WHAT TO DO:
Only some lines are wanted. Transcribe, exactly, the lines below from the line with "pub fn analyze<W: AsRef<[u64]>, C: Counter>(rule: &Rule<W>)" up to and including the line with "p.cost = engine::cost_for(rule, engine, options.scope)?;".

Extracted records
//! Allocating convenience layer (`alloc` feature): plan, allocate scratch,
//! count, and keep the results together.
//!
//! Time and memory are the chosen engine's, within [`Options::budget`]
//! steps and [`Options::memory`] bytes as estimated before anything is
//! allocated, and charged to a [`Meter`] while the engine runs; this layer
//! adds O(n) for the result vector. Counts are exact
//! in the caller's [`Counter`] (overflow is [`Error::CountOverflow`]).

use alloc::vec::Vec;

use crate::analysis::planner::{plan_within, Limits, Plan, DEFAULT_BUDGET, DEFAULT_MEMORY};
use crate::analysis::power::PowerTable;
use crate::engine::{self, Engine, MemberCounts, RuleCounts, Scope};
use crate::model::count::Counter;
use crate::model::error::Error;
use crate::model::meter::Meter;
use crate::model::rule::Rule;

/// Exact counts for a rule and its members, with the plan that made them.
#[derive(Clone, Debug)]
pub struct Analysis<C> {
    /// Rule-level counts and properties.
    pub rule: RuleCounts<C>,
    /// One entry per member, in member order.
    pub members: Vec<MemberCounts<C>>,
    /// The planner's decision (for a forced engine, its cost estimate).
    pub plan: Plan,
}

impl<C: Counter> Analysis<C> {
    /// The indices view.
    pub fn table(&self) -> PowerTable<'_, C> {
        PowerTable::new(&self.rule, &self.members)
    }
}

/// What to compute and within which limits.
#[derive(Clone, Copy, Debug, PartialEq, Eq)]
pub struct Options {
    /// Force this engine instead of planning (still within `budget` and `memory`).
    pub engine: Option<Engine>,
    /// Every index, or swing counts only.
    pub scope: Scope,
    /// Most estimated steps the planner may choose.
    pub budget: u128,
    /// Most bytes an engine may use (default [`DEFAULT_MEMORY`], 2 GiB).
    pub memory: u64,
}

impl Default for Options {
    fn default() -> Self {
        Options {
            engine: None,
            scope: Scope::All,
            budget: DEFAULT_BUDGET,
            memory: DEFAULT_MEMORY,
        }
    }
}

/// Plans within the default budget and counts with the chosen engine.
pub fn analyze<W: AsRef<[u64]>, C: Counter>(rule: &Rule<W>) -> Result<Analysis<C>, Error> {
    analyze_opts(rule, &Options::default())
}

/// Counts with a forced engine.
pub fn analyze_with<W: AsRef<[u64]>, C: Counter>(
    rule: &Rule<W>,
    engine: Engine,
) -> Result<Analysis<C>, Error> {
    analyze_opts(
        rule,
        &Options {
            engine: Some(engine),
            budget: u128::MAX,
            ..Options::default()
        },
    )
}

/// Plans (or takes the forced engine) and counts, as `options` say, with
/// a [`Meter`] of `options.budget` steps and `options.memory` bytes.
pub fn analyze_opts<W: AsRef<[u64]>, C: Counter>(
    rule: &Rule<W>,
    options: &Options,
) -> Result<Analysis<C>, Error> {
    analyze_metered(rule, options, &Meter::new(options.budget, options.memory))
}

/// [`analyze_opts`] charging `meter` while the engine runs (the caller's
/// budget, memory limit, cancellation flag and progress). The plan is
/// checked against `options` first; the meter then stops the run at the
/// first charge past its own limits, so an estimate that was too low cannot
/// take more than the meter allows.
pub fn analyze_metered<W: AsRef<[u64]>, C: Counter>(
    rule: &Rule<W>,
    options: &Options,
    meter: &Meter<'_>,
) -> Result<Analysis<C>, Error> {
    let limits = Limits {
        budget: options.budget,
        memory: options.memory,
        count_bytes: core::mem::size_of::<C>(),
    };
    let plan = match options.engine {
        None => plan_within(rule, options.scope, &limits)?,
        Some(engine) => {
            let unlimited = Limits {
                budget: u128::MAX,
                memory: u64::MAX,
                ..limits
            };
            let mut p = plan_within(rule, options.scope, &unlimited).unwrap_or(Plan {
                engine,
                cost: 0,
                costs: Engine::ALL.map(|e| (e, None)),
                memory: Engine::ALL.map(|e| (e, None)),
            });
            p.engine = engine;
            p.cost = engine::cost_for(rule, engine, options.scope)?;
            // A forced engine keeps to the budget too ([`analyze_with`] lifts it).
            if p.cost > options.budget {
                return Err(Error::TooCostly {
                    estimate: p.cost,
                    budget: options.budget,
                });
            }
            let needed = engine::memory_for(rule, engine, options.scope, limits.count_bytes)?;
            if needed > options.memory && !engine.checks_own_memory() {
                // Such an engine's estimate is an upper bound; it checks its real size itself.
                return Err(Error::MemoryLimit {
                    needed,
                    limit: options.memory,
                });
            }
            p
        }
    };
    meter.expect(plan.cost);
    let (totals, members) = engine::count_allocating(rule, plan.engine, options.scope, meter)?;
    Ok(Analysis {
        rule: totals,
        members,
        plan,
    })
}
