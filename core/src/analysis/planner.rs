//! Choosing an engine from cost and memory estimates.
//!
//! The planner goes through the registry of engines ([`Engine::ALL`], in
//! order of preference) and asks each for its estimated elementary steps
//! ([`crate::engine::cost_for`]) and bytes ([`crate::engine::memory_for`]);
//! an engine that cannot handle the rule answers neither. It picks the
//! cheapest engine whose memory fits and says why. Callers may force an
//! engine instead.
//!
//! Time: one estimate per engine, each at most O(n log n * attributes)
//! (grouping member types) or O(n * atoms) (the diagram's node bound); no
//! heap beyond what an estimate allocates with `alloc`. Estimates saturate
//! instead of overflowing, so an enormous rule is "too costly", never wrong.

use crate::engine::{cost_for, memory_for, Engine, Scope};
use crate::model::error::Error;
use crate::model::rule::Rule;

/// The planner's choice and its reasons.
#[derive(Clone, Copy, Debug, PartialEq, Eq)]
pub struct Plan {
    /// The chosen engine.
    pub engine: Engine,
    /// Its estimated cost in elementary steps.
    pub cost: u128,
    /// Estimated cost of every engine, `None` where it cannot handle the rule.
    pub costs: [(Engine, Option<u128>); Engine::ALL.len()],
    /// Estimated bytes of every engine, `None` where it cannot handle the rule.
    pub memory: [(Engine, Option<u64>); Engine::ALL.len()],
}

impl Plan {
    /// The estimated cost of `engine`, if it can handle the rule.
    pub fn cost_of(&self, engine: Engine) -> Option<u128> {
        self.costs
            .iter()
            .find(|(e, _)| *e == engine)
            .and_then(|(_, c)| *c)
    }

    /// The estimated memory of `engine`, if it can handle the rule.
    pub fn memory_of(&self, engine: Engine) -> Option<u64> {
        self.memory
            .iter()
            .find(|(e, _)| *e == engine)
            .and_then(|(_, c)| *c)
    }
}

/// What the planner may spend.
#[derive(Clone, Copy, Debug, PartialEq, Eq)]
pub struct Limits {
    /// Most estimated elementary steps.
    pub budget: u128,
    /// Most bytes an engine may use.
    pub memory: u64,
    /// Bytes of one count (the size of the caller's count type).
    pub count_bytes: usize,
}

/// Picks the cheapest engine that can handle `rule`.
///
/// Fails with [`Error::TooCostly`] when even the cheapest estimate exceeds
/// `budget` steps, and with [`Error::EngineUnsuitable`] when no engine
/// applies.
pub fn plan<W: AsRef<[u64]>>(rule: &Rule<W>, budget: u128) -> Result<Plan, Error> {
    plan_for(rule, Scope::All, budget)
}

/// [`plan`] for a chosen [`Scope`], with no memory limit.
pub fn plan_for<W: AsRef<[u64]>>(rule: &Rule<W>, scope: Scope, budget: u128) -> Result<Plan, Error> {
    plan_within(
        rule,
        scope,
        &Limits {
            budget,
            memory: u64::MAX,
            count_bytes: 16,
        },
    )
}

/// Picks the cheapest engine whose estimated memory fits `limits.memory`.
///
/// Fails with [`Error::MemoryLimit`] when no engine that can handle the rule
/// fits, and with [`Error::TooCostly`] when the cheapest one that fits
/// exceeds the step budget.
pub fn plan_within<W: AsRef<[u64]>>(rule: &Rule<W>, scope: Scope, limits: &Limits) -> Result<Plan, Error> {
    let mut costs = Engine::ALL.map(|e| (e, None));
    let mut memory = Engine::ALL.map(|e| (e, None));
    let mut best: Option<(Engine, u128)> = None;
    let mut smallest_over: Option<u64> = None;
    for (slot, mem) in costs.iter_mut().zip(memory.iter_mut()) {
        let engine = slot.0;
        let c = cost_for(rule, engine, scope).ok();
        let m = memory_for(rule, engine, scope, limits.count_bytes).ok();
        slot.1 = c;
        mem.1 = m;
        let (Some(c), Some(m)) = (c, m) else { continue };
        if m > limits.memory {
            smallest_over = Some(smallest_over.map_or(m, |s| s.min(m)));
            continue;
        }
        if best.is_none_or(|(_, b)| c < b) {
            best = Some((engine, c));
        }
    }
    let Some((engine, cost)) = best else {
        return Err(match smallest_over {
            Some(needed) => Error::MemoryLimit {
                needed,
                limit: limits.memory,
            },
            None => Error::EngineUnsuitable {
                engine: Engine::Enumerate,
            },
        });
    };
    if cost > limits.budget {
        return Err(Error::TooCostly {
            estimate: cost,
            budget: limits.budget,
        });
    }
    Ok(Plan {
        engine,
        cost,
        costs,
        memory,
    })
}

/// Default memory limit: 2 GiB.
pub const DEFAULT_MEMORY: u64 = 2 << 30;

/// Default work budget: about a minute of single-core work.
pub const DEFAULT_BUDGET: u128 = 50_000_000_000;
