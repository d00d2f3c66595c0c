//! Analysis: from a rule to indices, over the engines.
//!
//! * [`planner`]: asks every registered engine for its cost and memory and
//!   picks the cheapest that fits;
//! * [`power`]: power indices and rule properties from an engine's exact
//!   counts ([`PowerTable`]);
//! * `analyze` (feature `alloc`): the allocating convenience layer that
//!   plans, allocates scratch, counts and keeps the results together.
//!
//! Import rule: the analysis imports the model and the engines
//! (`crate::model`, `crate::engine`), never the device side. Bounds are in
//! each module.

#[cfg(feature = "alloc")]
mod analyze;
pub mod planner;
pub mod power;

#[cfg(feature = "alloc")]
pub use analyze::{analyze, analyze_metered, analyze_opts, analyze_with, Analysis, Options};
pub use power::PowerTable;
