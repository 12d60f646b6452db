#include "verifier/checker.h"

#include <algorithm>
#include <cmath>
#include <map>
#include <set>
#include <unordered_map>

#include <fmt/format.h>

#include "generators/local_search.h"
#include "generators/size_family.h"
#include "verifier/approximate.h"
#include "verifier/classify.h"
#include "verifier/derive.h"
#include "verifier/trend.h"

namespace thetagate {

namespace {

// Below this size a growth function may be undefined or zero (lg lg 1,
// n lg n at 1) and T is dominated by its base cases: such sizes are skipped
// rather than reported.
const BigInt kSmallSize = 64;
// A log2 ratio this close to 0 is checked exactly; farther away, the double
// approximation (relative error ~1e-15) already decides the side.
constexpr double kExactMargin = 1e-9;
// Work units (CheckOptions::work_budget): a subproblem of b bits on the
// integer kernel costs 1 + b/kWorkBitsUnit, on the general path
// kGeneralPathStepWork times that.
constexpr uint64_t kWorkBitsUnit = 8192;
constexpr uint64_t kGeneralPathStepWork = 16;

void collect_divisors(const Expr& e, std::set<BigInt>& out) {
  bool is_div = e.kind == ExprKind::kDiv;
  bool is_mod = e.kind == ExprKind::kCall && e.name == "mod" && e.args.size() == 2;
  if (is_div || is_mod) {
    const Expr& d = *e.args[1];
    if (d.kind == ExprKind::kNumber && denominator(d.number) == 1 && d.number >= 2 &&
        d.number <= 1'000'000) {
      out.insert(numerator(d.number));
    }
  }
  for (const auto& a : e.args) collect_divisors(*a, out);
}

std::string short_number(const BigInt& n) {
  std::string s = n.str();
  if (s.size() <= 24) return s;
  return s.substr(0, 10) + "…" + s.substr(s.size() - 10) + " (" + std::to_string(s.size()) +
         " digits)";
}

// log2 of a growth class at n, approximately (for the consistency band).
std::optional<double> log2_of_class(const GrowthClass& g, const BigInt& n) {
  double lg_n = Value(n).log2_magnitude();
  if (lg_n <= 2.0) return std::nullopt;
  double result = g.alpha.approx() * lg_n + g.beta.approx() * std::log2(lg_n) +
                  g.gamma.approx() * std::log2(std::log2(lg_n));
  double rho = g.rho.approx();
  if (rho != 1.0) {
    if (bit_length(n) > 60) return std::nullopt;
    result += static_cast<double>(n) * std::log2(rho);
  }
  return std::isfinite(result) ? std::optional<double>(result) : std::nullopt;
}

// Per-scale minimum and maximum of log2(T/g).
class BandBuilder {
 public:
  void add(const BigInt& n, double log2_ratio) {
    uint64_t scale = bit_length(n) == 0 ? 0 : bit_length(n) - 1;
    auto [it, fresh] = rows_.try_emplace(scale);
    BandRow& row = it->second;
    row.scale = scale;
    if (fresh || log2_ratio < row.low_log2) {
      row.low_log2 = log2_ratio;
      row.low_at = n;
    }
    if (fresh || log2_ratio > row.high_log2) {
      row.high_log2 = log2_ratio;
      row.high_at = n;
    }
    ++row.samples;
  }
  std::vector<BandRow> rows() const {
    std::vector<BandRow> out;
    for (auto [scale, row] : rows_) {
      row.low = std::exp2(row.low_log2);
      row.high = std::exp2(row.high_log2);
      out.push_back(row);
    }
    return out;
  }
  bool empty() const { return rows_.empty(); }

 private:
  std::map<uint64_t, BandRow> rows_;
};

struct Sample {
  BigInt n;
  std::string family;
  double log2_ratio = 0;
};

// One side of a bound being hunted: the reference function (g, or an
// explicit side) and what breaking it means.
struct Target {
  Target(Side s, const Expr* r, bool strict_side = false)
      : side(s), reference(r), strict(strict_side) {}
  Side side;
  const Expr* reference;
  bool strict = false;
  BandBuilder band;
  std::vector<Sample> samples;
  std::optional<Sample> violation;  // explicit bounds: the first certified break
};
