def power_steps(t_s: np.ndarray, power_w: np.ndarray) -> tuple[np.ndarray, np.ndarray]:
    """The measured power as steps: the first reading's power from t = 0, then each change at its reading."""
    starts = np.concatenate(([0.0], t_s[:-1]))
    return starts, np.diff(np.concatenate(([0.0], power_w)))


def aicc(rss: float, n: int, k: int) -> float:
    """Akaike's criterion with the small-sample correction (Hurvich & Tsai 1989), least squares form."""
    if n - k - 1 <= 0 or rss <= 0:
        return math.inf
    return n * math.log(rss / n) + 2 * k + 2 * k * (k + 1) / (n - k - 1)


def fit_response(t_s: np.ndarray, delta_k: np.ndarray, step_t_s: np.ndarray, step_w: np.ndarray,
                 poles: int, guess: Sequence[float] | None = None) -> ResponseFit:
    """Least-squares fit of a `poles`-term Foster response (log-parameters keep Rθ and τ positive)."""
    from scipy.optimize import least_squares

    t, y = np.asarray(t_s, float), np.asarray(delta_k, float)
    p_end = float(np.sum(step_w))
    if guess is None:
        r_total = max(float(np.max(y[-max(1, len(y) // 20):].mean())) / max(p_end, 1e-12), 1e-6)
        reach = np.flatnonzero(y >= 0.632 * y[-1])
        tau1 = float(t[reach[0]]) if reach.size else float(t[-1])
        tau1 = max(tau1, float(t[0]))
        guess = [r_total, tau1] if poles == 1 else [0.85 * r_total, tau1, 0.15 * r_total, tau1 / 10.0]
    x0 = np.log(np.asarray(guess, dtype=float))

    def residuals(x):
        p = np.exp(x)
        return _response(t, step_t_s, step_w, p[0::2], p[1::2]) - y

    sol = least_squares(residuals, x0, method="trf", x_scale="jac", max_nfev=2000)
    p = np.exp(sol.x)
    rss = float(np.sum(sol.fun ** 2))
    n, k = y.size, 2 * poles
    s2 = rss / max(n - k, 1)
    try:
        cov_log = np.linalg.inv(sol.jac.T @ sol.jac) * s2  # in log p: the Gauss–Newton covariance
        cov = cov_log * np.outer(p, p)  # back to p: d p = p · d log p
    except np.linalg.LinAlgError:
        cov = np.full((k, k), np.inf)
    order = np.argsort(-p[1::2])  # dominant (largest τ) first
    idx = np.ravel([[2 * i, 2 * i + 1] for i in order])
    p, cov = p[idx], cov[np.ix_(idx, idx)]
    return ResponseFit(tuple(float(v) for v in p[0::2]), tuple(float(v) for v in p[1::2]), cov, rss, n,
                       aicc(rss, n, k))
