# benchlog sim: only as subprocesses (a config or argument that slipped through would serve until killed)
SIM_CASES = [
    (SIM, "sim/unknown-key.toml", ["latncy_s", "unknown key", "latency_s"]),
    (SIM, "sim/port-too-big.toml", ["port", "70000"]),
    (SIM, "sim/negative-fault-count.toml", ["[faults].hang_after", "-1"]),
    (SIM, "sim/unknown-element.toml", ["element", "'triode'"]),
    (("sim", "--port", "0", "--drop-after", "-1"), None, ["--drop-after", "-1"]),
    (("sim", "--port", "0", "--extra-latency-s", "-1"), None, ["--extra-latency-s", "-1"]),
    (("sim", "--port", "-5"), None, ["port", "-5"]),
    (("sim", "--port", "0", "--latency-s", "nan"), None, ["latency_s", "nan"]),
    (("sim", "--element", "triode"), None, ["--element", "'triode'"]),
    (("sim", "--port", "0", "--truth", GOOD_RUN), None, ["--truth", "existing run file"]),
    (("sim", "--port", "0", "--truth", "/proc/benchlog-truth.json"), None, ["--truth", "/proc"]),
    (("sim", "--port", "0", "--truth", "{tmp}/no-such-dir/truth.json"), None, ["truth.json", "does not exist"]),
]

# A few of the in-process cases again as real processes (the installed command's path to exit code 2).
SUBPROCESS_AGAIN = ["plan/binary-garbage.toml", "bench/resource-with-semicolon.toml", "run/truncated-header.run",
                    "profile/timeout-nan.toml"]


def _fill(argv, file: Path | None, tmp: Path) -> list[str]:
    return [a.replace("{file}", str(file) if file else "").replace("{tmp}", str(tmp)) for a in argv]


def _the_one_line(rc, out: str, err: str, words: list[str], path: Path | None) -> str:
    context = f"exit {rc}\nstdout {out!r}\nstderr {err!r}"
    assert rc == 2, context
    assert "Traceback" not in err and "Traceback" not in out, context
    lines = [line for line in err.splitlines() if line.strip()]
    assert len(lines) == 1, context
    line = lines[0]
    assert line.startswith("benchlog"), context
    if path is not None:
        assert str(path) in line, context
    for word in words:
        assert word in line, f"{word!r} not in the line\n{context}"
    assert out.strip() == "", context  # nothing half-done on stdout
    return line


def _run_in_process(argv: list[str], capsys) -> tuple[int, str, str]:
    try:
        rc = main(argv)
    except SystemExit as exc:  # argparse's own exit after its one line
        rc = exc.code
    captured = capsys.readouterr()
    return rc, captured.out, captured.err
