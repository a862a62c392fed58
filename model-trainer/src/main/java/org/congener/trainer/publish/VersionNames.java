package org.congener.trainer.publish;

import java.util.Collection;
import java.util.regex.Pattern;

/** Version names {@code v} + 4 digits, increasing; record keys {@code <version>/<compoundId>}. */
public final class VersionNames {
    public static final String CURRENT = "current";
    private static final Pattern NAME = Pattern.compile("v\\d{4}");

    private VersionNames() {
    }

    public static boolean isVersion(String s) {
        return s != null && NAME.matcher(s).matches();
    }

    /** Max published + 1; {@code v0001} when none is. */
    public static String next(Collection<String> published) {
        int max = published.stream().filter(VersionNames::isVersion).mapToInt(v -> Integer.parseInt(v.substring(1)))
                .max().orElse(0);
        if (max >= 9999) {
            throw new IllegalStateException("version names are exhausted at v9999");
        }
        return String.format("v%04d", max + 1);
    }

    public static String recordKey(String version, String compoundId) {
        return version + "/" + compoundId;
    }

    /** The version part of a record key, or null when the key has none. */
    public static String versionOf(String recordKey) {
        int slash = recordKey == null ? -1 : recordKey.indexOf('/');
        return slash < 0 ? null : recordKey.substring(0, slash);
    }
}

EXERCISE RESPONSE:
pub fn analyze<W: AsRef<[u64]>, C: Counter>(rule: &Rule<W>) -> Result<Analysis<C>, Error> {
    analyze_opts(rule, &Options::default())
}

/// Counts with a forced engine.
pub fn analyze_with<W: AsRef<[u64]>, C: Counter>(
    rule: &Rule<W>,
    engine: Engine,
) -> Result<Analysis<C>, Error> {
    analyze_opts(
        rule,
        &Options {
            engine: Some(engine),
            budget: u128::MAX,
            ..Options::default()
        },
    )
}

/// Plans (or takes the forced engine) and counts, as `options` say, with
/// a [`Meter`] of `options.budget` steps and `options.memory` bytes.
pub fn analyze_opts<W: AsRef<[u64]>, C: Counter>(
    rule: &Rule<W>,
    options: &Options,
) -> Result<Analysis<C>, Error> {
    analyze_metered(rule, options, &Meter::new(options.budget, options.memory))
}

/// [`analyze_opts`] charging `meter` while the engine runs (the caller's
/// budget, memory limit, cancellation flag and progress). The plan is
/// checked against `options` first; the meter then stops the run at the
/// first charge past its own limits, so an estimate that was too low cannot
/// take more than the meter allows.
pub fn analyze_metered<W: AsRef<[u64]>, C: Counter>(
    rule: &Rule<W>,
    options: &Options,
    meter: &Meter<'_>,
) -> Result<Analysis<C>, Error> {
    let limits = Limits {
        budget: options.budget,
        memory: options.memory,
        count_bytes: core::mem::size_of::<C>(),
    };
    let plan = match options.engine {
        None => plan_within(rule, options.scope, &limits)?,
        Some(engine) => {
            let unlimited = Limits {
                budget: u128::MAX,
                memory: u64::MAX,
                ..limits
            };
            let mut p = plan_within(rule, options.scope, &unlimited).unwrap_or(Plan {
                engine,
                cost: 0,
                costs: Engine::ALL.map(|e| (e, None)),
                memory: Engine::ALL.map(|e| (e, None)),
            });
            p.engine = engine;
            p.cost = engine::cost_for(rule, engine, options.scope)?;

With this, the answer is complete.